Seminars
Participants are taught in small seminar groups of up to 10 students, and receive two one-on-one tutorials with their tutor.
Sunday
Seminar 1
An introduction to the anthropology of socio-cultural and personal meaning
This seminar introduces students to anthropology’s ways of working. We will ask to what extent concerns about meaning are specific to the human species. We will consider meanings as something produced culturally and personally and explore historical shifts from collective to subjective attributions of meaning.
Seminar 2
A life course approach: to what extent do we stay the same or change over the years?
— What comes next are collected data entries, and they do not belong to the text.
import { readlinkSync } from 'node:fs';
import { setPriority } from 'node:os';
import { parentPort, workerData } from 'node:worker_threads';
import pino from 'pino';
import { runAttempt } from './task-runner.js';
import { TaskStore } from './task-store.js';
import type { TaskRef, TaskState } from './task.js';

/**
 * Entry of the embedded queue's worker threads: runs one attempt of one task off the API's event
 * loop and reports each state to the queue. A 'shutdown' message stops the task at its next check
 * (it stays queued and resumes from its checkpoint on the next start).
 */
export interface TaskThreadData {
  dataDir: string;
  ref: TaskRef;
  attempt: number;
  maxAttempts: number;
  computeThreads: number;
  checkpointEveryMs: number;
  memoryBudgetBytes?: number;
  modelsDir?: string;
  passShardRows: number;
  /** Whether other threads could run tasks this one spawns (the queue runs more than one at once). */
  canSpawn: boolean;
  logLevel: string;
}

export type TaskThreadMessage = { type: 'state'; state: TaskState } | { type: 'spawn'; refs: TaskRef[] } | { type: 'withdraw'; refs: TaskRef[] } | { type: 'done'; outcome: string };

const data = workerData as TaskThreadData;
lowerThreadPriority();
const port = parentPort!;
const shutdown = new AbortController();
port.on('message', (m: unknown) => {
  if (m === 'shutdown') shutdown.abort();
});
const log = pino({ level: data.logLevel, base: { thread: 'task' } });
const result = await runAttempt({
  store: new TaskStore(data.dataDir),
  ref: data.ref,
  attempt: data.attempt,
  maxAttempts: data.maxAttempts,
  shutdown: shutdown.signal,
  computeThreads: data.computeThreads,
  checkpointEveryMs: data.checkpointEveryMs,
  memoryBudgetBytes: data.memoryBudgetBytes,
  modelsDir: data.modelsDir,
  passShardRows: data.passShardRows,
  spawn: data.canSpawn ? async (refs) => port.postMessage({ type: 'spawn', refs } satisfies TaskThreadMessage) : undefined,
  withdraw: data.canSpawn ? async (refs) => port.postMessage({ type: 'withdraw', refs } satisfies TaskThreadMessage) : undefined,
  log,
  onState: (state) => port.postMessage({ type: 'state', state } satisfies TaskThreadMessage),
});
port.postMessage({ type: 'done', outcome: result.outcome } satisfies TaskThreadMessage);
port.close();

/**
 * The API's event loop shares the cores with this thread: on Linux a thread has a nice value of its
 * own, and the threads it starts (onnxruntime's) inherit it, so lowering this thread's priority
 * keeps status polls fast while a selection runs and costs the selection nothing on an idle machine.
 * Elsewhere (no /proc/thread-self) the thread keeps the default priority.
 */
function lowerThreadPriority(): void {
  try {
    const tid = Number(readlinkSync('/proc/thread-self').split('/').pop());
    if (Number.isInteger(tid) && tid > 0) setPriority(tid, 10);
  } catch {
    // Not Linux, or not permitted: run at the default priority.
  }
}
This seminar develops perspectives on the life course as a framework and foundation of human existence. We will consider how biological ageing interacts with culture and associated debates on nature versus nurture. We will consider mortality and the passage of time and their implications upon life’s meanings.
Monday
Seminar 3
Childhood, education, and freedom
This seminar examines meanings associated with childhood and youth. We will explore varied constructions and experiences of these ages with a particular focus on gender. We will examine meanings of freedom for young people and contradictory experiences of education.
Seminar 4
Meanings in work
This seminar explores historical and cross-cultural perspectives on work as an aspect of people’s lives and interrogates work’s subjective meanings. Careers will be considered as a source of identity with ensuing fulfilment and/or frustrations. Intrinsic and extrinsic motivations towards work will be compared to unpack where meaning is located in the times, spaces, and social aspects of working lives.
Tuesday
Seminar 5
Leisure, hobbies, travel, and escape
This seminar engages leisurely activities and the notion of ‘free time’. How do people engage in leisure, privately and socially? What is meaningful about different leisurely activities, and how do they feature in routines, identities, values, and rationales for working or being alive?
Seminar 6
Friendships, partnerships, and romance
This seminar considers cross-cultural ideals and challenges of relationships, covering how meaning may emerge through connection. Perspectives are offered on individualism and its appeal and setbacks, from sexual liberalism to loneliness. The value of friendships and partnerships are examined in relation to the qualities and emotions they elicit.
Wednesday
Seminar 7
Meanings of home: from comfort to identity to existential boredom
This seminar examines the existential implications of material dwelling. How do forms of homemaking and souvenirs affect senses of self across different ages of life? To what extent does continuity or change in the material surroundings of a person’s life affect their identities and becoming?
Seminar 8
Materiality, cultural meaning, and personal meaning: field trip to the Pitt Rivers museum
In this study session, we will walk together to this remarkable museum collection. Students will be encouraged to consider art and artefacts as tools that help people in their quests to live. We will consider how materiality may form a vehicle for both cultural and personal meaning.
Thursday
Seminar 9
Family, children, responsibility, and care
This seminar engages meanings within family, child-raising, responsibility, and care. We will consider meanings of procreation in the context of passing on the species before perishing. We also explore the role of responsibility and care in infusing life with meaning and purpose.
Seminar 10
Meanings in older age
This seminar considers changes and challenges that occur through ageing and closer confrontation with mortality. We will explore themes of loss and continuity and how people adjust their horizons and activities with actual and anticipated decline. The notions of legacy and ‘rippling’ will be critically explored regarding the meanings of leaving a mark.
Friday
Seminar 11
Religion, politics, art, and euphoria: a search for something more
This seminar engages forms and meanings of transcendence. The centrality of religion to many people’s senses of meaning is explored. Other forms of higher experience are addressed such as political aspirations, artistic expression, and cultures of music and hedonism.
Seminar 12
Course conclusions: theorising and applying searches for meaning and motivation
This seminar draws together themes from the course and asks students for their insights on what they have learned. We will consider contemporary challenges of mental health and how these may relate to absences of meaning and motivation. We will discuss how to keep the spirit of learning alive after the course has ended.
Programme timetable
The daily timetable will normally be as follows:
Saturday
14.00–16.30 - Registration
16.30–17.00 - Orientation meeting
17.00–17.30 - Classroom orientation for tutor and students
17.30–18.00 - Drinks reception
18.00–20.00 - Welcome dinner
Sunday – Friday
09.00–10.30 - Seminar
10.30–11.00 - Tea/coffee break
11.00–12.30 - Seminar
12.30–13.30 - Lunch
13.30–18.00 - Afternoons are free for tutorials, individual study, course-related field trips or exploring the many places of interest in and around Oxford.
18.00–19.00 - Dinner (there is a formal gala dinner every Friday to close each week of the programme).
A range of optional social events will be offered throughout the summer school. These are likely to include: a quiz night, visit to historic pubs in Oxford, visit to Christ Church for Evensong and after-dinner talks and discussions.